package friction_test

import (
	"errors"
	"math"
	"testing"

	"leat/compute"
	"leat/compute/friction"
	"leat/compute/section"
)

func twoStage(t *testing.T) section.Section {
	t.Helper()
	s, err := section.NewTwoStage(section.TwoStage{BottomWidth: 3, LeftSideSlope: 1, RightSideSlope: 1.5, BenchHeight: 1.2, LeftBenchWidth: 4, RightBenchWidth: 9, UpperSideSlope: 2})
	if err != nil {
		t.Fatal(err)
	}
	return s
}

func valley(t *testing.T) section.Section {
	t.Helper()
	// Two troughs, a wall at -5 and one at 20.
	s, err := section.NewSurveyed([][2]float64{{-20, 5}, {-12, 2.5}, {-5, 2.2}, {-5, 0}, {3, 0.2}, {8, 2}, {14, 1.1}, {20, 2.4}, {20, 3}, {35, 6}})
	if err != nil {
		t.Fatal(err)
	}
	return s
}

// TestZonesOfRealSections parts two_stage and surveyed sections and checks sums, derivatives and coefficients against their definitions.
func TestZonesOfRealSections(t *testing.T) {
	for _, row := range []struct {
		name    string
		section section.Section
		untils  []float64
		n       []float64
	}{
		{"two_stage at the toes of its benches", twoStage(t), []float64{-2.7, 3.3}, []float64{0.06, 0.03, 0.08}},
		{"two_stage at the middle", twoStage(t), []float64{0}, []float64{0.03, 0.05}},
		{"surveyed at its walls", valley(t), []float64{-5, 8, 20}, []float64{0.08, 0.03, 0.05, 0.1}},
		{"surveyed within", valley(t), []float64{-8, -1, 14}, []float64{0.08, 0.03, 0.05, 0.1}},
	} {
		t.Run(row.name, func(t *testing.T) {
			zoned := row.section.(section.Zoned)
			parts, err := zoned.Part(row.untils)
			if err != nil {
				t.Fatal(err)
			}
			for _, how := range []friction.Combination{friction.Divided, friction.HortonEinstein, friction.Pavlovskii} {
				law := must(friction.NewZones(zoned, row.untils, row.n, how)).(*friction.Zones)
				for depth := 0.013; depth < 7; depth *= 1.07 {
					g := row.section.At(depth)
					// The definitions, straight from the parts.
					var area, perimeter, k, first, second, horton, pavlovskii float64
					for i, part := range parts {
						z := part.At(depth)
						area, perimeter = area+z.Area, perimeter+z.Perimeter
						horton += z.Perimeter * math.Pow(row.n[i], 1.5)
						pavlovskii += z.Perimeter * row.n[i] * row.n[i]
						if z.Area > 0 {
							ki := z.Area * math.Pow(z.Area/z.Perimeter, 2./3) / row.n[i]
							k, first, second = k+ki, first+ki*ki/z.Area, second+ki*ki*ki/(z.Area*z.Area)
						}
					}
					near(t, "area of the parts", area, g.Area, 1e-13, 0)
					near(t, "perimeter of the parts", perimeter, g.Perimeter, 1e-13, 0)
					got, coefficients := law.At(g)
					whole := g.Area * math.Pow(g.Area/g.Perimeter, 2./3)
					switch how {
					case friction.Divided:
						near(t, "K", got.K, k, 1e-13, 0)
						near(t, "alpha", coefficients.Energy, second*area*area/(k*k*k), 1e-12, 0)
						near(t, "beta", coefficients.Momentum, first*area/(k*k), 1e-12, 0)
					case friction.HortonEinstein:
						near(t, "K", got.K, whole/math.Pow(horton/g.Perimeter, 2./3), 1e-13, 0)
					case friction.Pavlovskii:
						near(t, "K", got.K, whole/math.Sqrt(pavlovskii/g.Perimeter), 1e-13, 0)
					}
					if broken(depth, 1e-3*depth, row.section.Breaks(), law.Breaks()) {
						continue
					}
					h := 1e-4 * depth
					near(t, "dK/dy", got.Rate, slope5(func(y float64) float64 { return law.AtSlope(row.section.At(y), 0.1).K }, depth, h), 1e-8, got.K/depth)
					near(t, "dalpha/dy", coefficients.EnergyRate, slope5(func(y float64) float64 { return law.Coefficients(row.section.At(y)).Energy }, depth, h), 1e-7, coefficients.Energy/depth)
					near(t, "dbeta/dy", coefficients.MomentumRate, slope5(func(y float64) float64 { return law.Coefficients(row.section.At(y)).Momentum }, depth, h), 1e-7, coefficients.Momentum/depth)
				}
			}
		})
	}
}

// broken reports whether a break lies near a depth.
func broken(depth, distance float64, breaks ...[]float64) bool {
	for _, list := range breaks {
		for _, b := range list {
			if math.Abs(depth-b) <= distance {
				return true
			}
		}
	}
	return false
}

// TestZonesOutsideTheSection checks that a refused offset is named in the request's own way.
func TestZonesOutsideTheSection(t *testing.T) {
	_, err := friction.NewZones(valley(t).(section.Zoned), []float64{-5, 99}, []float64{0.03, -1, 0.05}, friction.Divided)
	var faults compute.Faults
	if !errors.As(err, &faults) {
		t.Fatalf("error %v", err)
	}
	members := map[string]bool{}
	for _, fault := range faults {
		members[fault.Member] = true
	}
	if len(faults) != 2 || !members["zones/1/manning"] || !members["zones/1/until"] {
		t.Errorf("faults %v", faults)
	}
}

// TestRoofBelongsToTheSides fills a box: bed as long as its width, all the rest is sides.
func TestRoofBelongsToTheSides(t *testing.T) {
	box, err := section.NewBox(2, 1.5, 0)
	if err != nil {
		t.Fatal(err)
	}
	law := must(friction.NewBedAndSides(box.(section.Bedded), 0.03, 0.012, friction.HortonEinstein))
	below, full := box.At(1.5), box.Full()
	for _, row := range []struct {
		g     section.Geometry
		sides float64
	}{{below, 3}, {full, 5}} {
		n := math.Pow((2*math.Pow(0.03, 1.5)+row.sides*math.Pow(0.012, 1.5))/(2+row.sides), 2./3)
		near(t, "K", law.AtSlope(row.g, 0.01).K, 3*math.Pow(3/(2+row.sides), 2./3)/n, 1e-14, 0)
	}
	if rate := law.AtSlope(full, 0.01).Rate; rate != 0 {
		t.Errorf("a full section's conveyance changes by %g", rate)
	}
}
━━━━━━
▶ Task to carry out
Take the line that contains "1.5)+row.sides*math.Pow(0.012, 1.5))/(2+row.sides), 2./3)" and each line after it through the end of the records, and repeat them all exactly. Nothing else.

▶ Solution for this problem
		n := math.Pow((2*math.Pow(0.03, 1.5)+row.sides*math.Pow(0.012, 1.5))/(2+row.sides), 2./3)
		near(t, "K", law.AtSlope(row.g, 0.01).K, 3*math.Pow(3/(2+row.sides), 2./3)/n, 1e-14, 0)
	}
	if rate := law.AtSlope(full, 0.01).Rate; rate != 0 {
		t.Errorf("a full section's conveyance changes by %g", rate)
	}
}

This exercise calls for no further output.